Top of EXTRACTED MATERIAL

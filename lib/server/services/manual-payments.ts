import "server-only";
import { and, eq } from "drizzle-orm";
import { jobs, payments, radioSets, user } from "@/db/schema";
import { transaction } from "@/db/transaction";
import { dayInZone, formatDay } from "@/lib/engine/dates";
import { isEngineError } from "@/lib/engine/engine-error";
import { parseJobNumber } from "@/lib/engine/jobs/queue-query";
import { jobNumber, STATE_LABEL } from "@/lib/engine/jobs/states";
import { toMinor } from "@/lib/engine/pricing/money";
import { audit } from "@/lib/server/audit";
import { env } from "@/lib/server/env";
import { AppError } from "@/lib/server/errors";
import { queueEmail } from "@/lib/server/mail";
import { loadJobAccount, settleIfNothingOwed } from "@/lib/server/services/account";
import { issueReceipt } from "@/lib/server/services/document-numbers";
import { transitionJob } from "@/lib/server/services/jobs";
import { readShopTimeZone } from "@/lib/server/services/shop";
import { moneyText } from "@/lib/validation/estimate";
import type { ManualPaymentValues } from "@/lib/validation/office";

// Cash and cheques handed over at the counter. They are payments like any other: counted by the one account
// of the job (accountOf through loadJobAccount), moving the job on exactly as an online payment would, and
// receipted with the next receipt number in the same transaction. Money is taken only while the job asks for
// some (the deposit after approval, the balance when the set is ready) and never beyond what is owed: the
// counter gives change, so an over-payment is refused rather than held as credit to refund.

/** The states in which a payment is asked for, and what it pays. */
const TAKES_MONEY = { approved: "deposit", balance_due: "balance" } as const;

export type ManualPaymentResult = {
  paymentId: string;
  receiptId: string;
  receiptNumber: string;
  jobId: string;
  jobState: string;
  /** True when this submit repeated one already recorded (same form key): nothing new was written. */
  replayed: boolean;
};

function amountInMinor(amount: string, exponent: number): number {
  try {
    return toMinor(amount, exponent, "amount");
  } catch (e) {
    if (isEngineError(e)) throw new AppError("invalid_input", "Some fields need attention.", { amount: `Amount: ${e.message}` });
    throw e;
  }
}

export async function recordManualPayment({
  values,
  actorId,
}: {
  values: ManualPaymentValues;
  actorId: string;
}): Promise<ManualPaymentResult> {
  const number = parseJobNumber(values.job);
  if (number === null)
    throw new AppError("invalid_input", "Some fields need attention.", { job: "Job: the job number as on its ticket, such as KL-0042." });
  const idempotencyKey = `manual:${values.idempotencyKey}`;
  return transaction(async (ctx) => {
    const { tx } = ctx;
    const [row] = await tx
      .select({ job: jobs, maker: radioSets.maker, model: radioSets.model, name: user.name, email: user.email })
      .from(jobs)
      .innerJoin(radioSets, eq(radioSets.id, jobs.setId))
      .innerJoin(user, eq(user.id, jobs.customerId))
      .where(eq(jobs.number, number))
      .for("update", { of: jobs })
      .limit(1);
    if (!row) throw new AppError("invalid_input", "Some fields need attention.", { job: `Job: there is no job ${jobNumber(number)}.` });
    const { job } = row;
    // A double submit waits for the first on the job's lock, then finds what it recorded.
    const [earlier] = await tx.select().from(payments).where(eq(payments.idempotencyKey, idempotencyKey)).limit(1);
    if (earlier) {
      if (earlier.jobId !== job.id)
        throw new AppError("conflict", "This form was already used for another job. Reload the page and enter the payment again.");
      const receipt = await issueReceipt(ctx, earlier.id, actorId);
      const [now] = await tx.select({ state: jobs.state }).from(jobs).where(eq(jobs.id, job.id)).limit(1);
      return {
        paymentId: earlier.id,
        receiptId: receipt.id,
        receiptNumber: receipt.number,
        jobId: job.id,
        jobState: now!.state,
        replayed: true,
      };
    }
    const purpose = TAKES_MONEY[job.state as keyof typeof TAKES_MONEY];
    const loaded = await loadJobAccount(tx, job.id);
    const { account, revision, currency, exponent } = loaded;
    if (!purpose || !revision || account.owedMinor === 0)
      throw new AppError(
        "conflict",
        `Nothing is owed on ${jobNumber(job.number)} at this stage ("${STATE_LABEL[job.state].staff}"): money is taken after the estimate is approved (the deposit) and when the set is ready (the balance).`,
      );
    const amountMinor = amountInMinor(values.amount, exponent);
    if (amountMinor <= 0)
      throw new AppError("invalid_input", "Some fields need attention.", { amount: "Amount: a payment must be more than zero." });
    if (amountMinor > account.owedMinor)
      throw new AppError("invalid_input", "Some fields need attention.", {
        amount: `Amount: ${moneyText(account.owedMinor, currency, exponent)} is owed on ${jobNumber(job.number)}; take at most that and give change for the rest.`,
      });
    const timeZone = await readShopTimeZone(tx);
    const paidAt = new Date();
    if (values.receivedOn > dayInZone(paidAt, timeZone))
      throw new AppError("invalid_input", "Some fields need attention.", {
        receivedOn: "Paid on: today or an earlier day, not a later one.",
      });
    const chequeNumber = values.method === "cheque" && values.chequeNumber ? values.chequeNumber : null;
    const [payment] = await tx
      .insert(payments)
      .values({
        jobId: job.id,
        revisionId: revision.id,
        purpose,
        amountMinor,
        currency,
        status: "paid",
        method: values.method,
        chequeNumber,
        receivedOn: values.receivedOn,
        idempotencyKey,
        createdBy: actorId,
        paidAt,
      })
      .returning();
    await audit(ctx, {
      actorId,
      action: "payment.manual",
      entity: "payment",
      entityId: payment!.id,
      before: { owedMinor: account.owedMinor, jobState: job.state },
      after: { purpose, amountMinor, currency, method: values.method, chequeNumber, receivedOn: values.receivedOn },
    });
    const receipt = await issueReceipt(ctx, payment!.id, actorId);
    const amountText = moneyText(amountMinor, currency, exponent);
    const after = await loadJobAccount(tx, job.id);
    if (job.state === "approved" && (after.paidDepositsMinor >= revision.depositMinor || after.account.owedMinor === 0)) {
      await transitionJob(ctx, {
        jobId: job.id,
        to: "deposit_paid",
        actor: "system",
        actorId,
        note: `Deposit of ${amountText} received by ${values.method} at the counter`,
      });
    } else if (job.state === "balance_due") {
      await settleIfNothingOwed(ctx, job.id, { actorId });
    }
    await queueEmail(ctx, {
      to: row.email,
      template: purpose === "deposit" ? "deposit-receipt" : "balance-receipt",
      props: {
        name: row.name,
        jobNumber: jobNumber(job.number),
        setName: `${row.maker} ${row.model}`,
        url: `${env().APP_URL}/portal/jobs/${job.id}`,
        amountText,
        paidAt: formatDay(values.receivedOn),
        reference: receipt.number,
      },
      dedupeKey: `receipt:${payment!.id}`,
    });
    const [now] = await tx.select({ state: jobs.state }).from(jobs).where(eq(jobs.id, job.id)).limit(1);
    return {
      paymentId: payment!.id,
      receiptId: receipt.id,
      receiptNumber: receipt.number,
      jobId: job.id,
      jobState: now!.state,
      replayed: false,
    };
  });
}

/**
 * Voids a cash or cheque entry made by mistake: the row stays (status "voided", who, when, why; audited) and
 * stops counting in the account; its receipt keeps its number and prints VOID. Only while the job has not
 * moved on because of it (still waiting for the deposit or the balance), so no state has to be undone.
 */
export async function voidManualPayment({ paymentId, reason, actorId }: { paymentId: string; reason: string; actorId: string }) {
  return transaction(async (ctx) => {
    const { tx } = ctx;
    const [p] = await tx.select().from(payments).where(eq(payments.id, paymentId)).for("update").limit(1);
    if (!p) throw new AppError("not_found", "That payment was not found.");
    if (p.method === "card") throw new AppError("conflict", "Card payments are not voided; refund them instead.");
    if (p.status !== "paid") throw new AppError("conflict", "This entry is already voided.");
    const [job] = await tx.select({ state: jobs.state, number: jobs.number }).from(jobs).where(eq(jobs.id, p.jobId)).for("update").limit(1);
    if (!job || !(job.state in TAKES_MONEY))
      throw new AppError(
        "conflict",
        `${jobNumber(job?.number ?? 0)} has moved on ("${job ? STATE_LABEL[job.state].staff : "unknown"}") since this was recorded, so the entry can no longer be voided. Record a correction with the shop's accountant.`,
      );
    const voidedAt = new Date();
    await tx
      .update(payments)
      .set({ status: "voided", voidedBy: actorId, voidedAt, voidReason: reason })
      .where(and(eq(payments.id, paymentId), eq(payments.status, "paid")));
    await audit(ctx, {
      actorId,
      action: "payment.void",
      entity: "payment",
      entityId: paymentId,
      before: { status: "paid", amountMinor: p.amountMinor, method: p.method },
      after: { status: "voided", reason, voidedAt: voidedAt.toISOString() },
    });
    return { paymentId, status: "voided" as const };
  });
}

Bottom of EXTRACTED MATERIAL
Top of EXTRACTED MATERIAL

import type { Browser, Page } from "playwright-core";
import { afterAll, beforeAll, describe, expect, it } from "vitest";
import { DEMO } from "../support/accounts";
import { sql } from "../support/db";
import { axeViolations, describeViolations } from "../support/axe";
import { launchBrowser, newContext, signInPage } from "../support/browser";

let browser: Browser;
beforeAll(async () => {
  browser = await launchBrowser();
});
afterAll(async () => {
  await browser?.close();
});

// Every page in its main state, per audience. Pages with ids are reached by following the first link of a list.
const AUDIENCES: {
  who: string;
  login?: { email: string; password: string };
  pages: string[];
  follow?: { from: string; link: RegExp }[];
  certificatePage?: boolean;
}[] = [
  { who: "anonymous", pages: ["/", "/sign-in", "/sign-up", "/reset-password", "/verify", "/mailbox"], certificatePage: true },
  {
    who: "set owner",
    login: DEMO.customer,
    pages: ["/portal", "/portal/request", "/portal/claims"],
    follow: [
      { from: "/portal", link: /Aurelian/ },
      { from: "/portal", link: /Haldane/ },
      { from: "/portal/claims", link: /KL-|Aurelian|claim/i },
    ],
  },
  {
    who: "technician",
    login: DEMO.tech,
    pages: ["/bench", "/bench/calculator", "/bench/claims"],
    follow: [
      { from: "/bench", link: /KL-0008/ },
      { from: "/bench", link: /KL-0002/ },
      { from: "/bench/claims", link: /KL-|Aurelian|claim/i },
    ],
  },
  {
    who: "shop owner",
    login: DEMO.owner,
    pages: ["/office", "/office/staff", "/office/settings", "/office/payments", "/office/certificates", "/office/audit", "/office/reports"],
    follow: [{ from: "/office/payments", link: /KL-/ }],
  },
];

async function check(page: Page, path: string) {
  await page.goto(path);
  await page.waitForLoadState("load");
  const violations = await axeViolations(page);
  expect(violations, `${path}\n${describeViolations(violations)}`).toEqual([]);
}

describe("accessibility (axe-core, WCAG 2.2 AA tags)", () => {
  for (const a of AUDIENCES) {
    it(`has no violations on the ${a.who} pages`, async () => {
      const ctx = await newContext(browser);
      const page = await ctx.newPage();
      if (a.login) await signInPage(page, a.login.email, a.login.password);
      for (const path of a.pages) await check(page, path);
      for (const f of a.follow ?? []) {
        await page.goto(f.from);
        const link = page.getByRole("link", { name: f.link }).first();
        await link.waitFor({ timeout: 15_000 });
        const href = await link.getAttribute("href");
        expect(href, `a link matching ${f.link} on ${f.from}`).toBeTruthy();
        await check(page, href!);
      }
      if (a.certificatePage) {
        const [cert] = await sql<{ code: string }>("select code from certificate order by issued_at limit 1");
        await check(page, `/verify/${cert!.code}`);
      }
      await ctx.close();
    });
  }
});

Bottom of EXTRACTED MATERIAL

## WHAT THIS TASK INVOLVES
Your reply should hold every line from the data that contains "user", copied in full.

## RESPONSE TO THE EXERCISE
import { jobs, payments, radioSets, user } from "@/db/schema";
      .select({ job: jobs, maker: radioSets.maker, model: radioSets.model, name: user.name, email: user.email })
      .innerJoin(user, eq(user.id, jobs.customerId))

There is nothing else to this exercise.